Goal of the exercise> Check every line of the listing below for the word "equal" and give the number of lines where it appears, with nothing added.
[Information provided]
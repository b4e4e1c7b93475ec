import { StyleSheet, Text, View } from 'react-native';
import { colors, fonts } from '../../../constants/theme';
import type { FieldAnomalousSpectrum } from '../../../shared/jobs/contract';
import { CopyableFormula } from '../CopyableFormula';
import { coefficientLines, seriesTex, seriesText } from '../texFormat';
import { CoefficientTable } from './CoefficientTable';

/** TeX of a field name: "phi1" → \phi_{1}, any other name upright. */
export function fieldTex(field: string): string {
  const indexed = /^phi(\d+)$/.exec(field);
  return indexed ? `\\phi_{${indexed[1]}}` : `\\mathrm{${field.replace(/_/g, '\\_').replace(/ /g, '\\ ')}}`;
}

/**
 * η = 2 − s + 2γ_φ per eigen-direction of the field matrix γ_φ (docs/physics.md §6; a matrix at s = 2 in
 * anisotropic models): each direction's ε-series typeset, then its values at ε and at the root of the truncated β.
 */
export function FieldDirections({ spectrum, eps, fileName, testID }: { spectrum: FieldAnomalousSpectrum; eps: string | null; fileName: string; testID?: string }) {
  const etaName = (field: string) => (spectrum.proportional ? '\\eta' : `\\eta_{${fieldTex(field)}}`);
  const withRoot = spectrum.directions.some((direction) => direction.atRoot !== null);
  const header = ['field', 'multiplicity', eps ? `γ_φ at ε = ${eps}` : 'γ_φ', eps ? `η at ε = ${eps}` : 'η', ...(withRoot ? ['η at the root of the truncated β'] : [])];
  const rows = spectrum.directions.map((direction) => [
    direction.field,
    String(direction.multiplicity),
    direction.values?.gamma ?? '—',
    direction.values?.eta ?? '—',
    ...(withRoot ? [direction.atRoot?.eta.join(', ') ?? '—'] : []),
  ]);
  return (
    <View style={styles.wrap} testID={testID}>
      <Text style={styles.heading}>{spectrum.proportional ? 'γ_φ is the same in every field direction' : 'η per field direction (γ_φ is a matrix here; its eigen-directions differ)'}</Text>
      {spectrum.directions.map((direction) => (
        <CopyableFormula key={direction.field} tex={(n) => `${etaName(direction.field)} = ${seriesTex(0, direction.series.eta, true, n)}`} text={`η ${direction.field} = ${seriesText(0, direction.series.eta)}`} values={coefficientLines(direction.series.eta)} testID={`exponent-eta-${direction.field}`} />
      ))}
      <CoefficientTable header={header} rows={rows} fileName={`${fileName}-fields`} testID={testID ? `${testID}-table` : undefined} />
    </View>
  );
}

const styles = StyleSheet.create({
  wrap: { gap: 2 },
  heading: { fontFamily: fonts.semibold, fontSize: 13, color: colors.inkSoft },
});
[/Information provided]
[Information provided]
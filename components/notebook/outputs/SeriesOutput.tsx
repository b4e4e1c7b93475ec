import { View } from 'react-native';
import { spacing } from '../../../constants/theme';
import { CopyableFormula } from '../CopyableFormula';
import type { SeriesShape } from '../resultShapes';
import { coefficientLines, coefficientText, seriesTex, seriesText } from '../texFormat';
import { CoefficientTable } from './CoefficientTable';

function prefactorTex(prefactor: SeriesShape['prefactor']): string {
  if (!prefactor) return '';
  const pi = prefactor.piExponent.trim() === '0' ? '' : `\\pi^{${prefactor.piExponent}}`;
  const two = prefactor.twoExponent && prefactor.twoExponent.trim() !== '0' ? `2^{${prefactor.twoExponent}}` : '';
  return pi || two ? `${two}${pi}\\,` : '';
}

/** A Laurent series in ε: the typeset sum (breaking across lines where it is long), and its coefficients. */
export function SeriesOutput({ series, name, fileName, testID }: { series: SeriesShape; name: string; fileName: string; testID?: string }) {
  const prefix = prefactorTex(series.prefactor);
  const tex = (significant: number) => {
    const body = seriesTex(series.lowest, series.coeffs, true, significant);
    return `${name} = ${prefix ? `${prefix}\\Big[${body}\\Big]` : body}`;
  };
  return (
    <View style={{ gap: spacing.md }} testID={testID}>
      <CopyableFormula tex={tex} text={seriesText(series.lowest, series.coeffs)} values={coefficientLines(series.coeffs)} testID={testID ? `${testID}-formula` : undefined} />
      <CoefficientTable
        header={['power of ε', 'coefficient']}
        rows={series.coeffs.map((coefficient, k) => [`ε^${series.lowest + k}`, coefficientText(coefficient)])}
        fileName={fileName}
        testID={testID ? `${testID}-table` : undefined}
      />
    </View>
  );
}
[/Information provided]
[Information provided]
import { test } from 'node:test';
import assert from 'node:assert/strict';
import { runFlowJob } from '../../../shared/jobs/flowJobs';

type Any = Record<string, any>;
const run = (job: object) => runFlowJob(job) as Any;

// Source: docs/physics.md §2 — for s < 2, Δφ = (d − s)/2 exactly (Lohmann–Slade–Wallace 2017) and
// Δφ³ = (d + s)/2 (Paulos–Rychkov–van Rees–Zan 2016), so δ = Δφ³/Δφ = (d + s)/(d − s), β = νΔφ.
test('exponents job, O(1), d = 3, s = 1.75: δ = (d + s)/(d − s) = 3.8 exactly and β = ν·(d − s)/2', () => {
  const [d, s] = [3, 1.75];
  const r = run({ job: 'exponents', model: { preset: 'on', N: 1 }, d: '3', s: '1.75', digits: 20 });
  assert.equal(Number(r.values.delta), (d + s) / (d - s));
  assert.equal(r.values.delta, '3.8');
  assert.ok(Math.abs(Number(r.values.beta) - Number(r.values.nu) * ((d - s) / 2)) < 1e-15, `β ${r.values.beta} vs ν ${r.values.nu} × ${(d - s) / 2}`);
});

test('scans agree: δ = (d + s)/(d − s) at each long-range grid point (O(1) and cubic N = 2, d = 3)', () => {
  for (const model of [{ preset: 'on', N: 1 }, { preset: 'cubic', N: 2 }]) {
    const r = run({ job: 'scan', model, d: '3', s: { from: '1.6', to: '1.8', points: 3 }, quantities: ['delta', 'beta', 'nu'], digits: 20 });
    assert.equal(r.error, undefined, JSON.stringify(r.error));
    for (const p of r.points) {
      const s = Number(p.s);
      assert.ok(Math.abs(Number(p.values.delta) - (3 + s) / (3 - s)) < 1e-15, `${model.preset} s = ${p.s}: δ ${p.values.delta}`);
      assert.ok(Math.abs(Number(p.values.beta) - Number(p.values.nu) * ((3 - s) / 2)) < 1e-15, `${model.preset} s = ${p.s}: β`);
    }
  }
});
[/Information provided]
Finished exercise> 3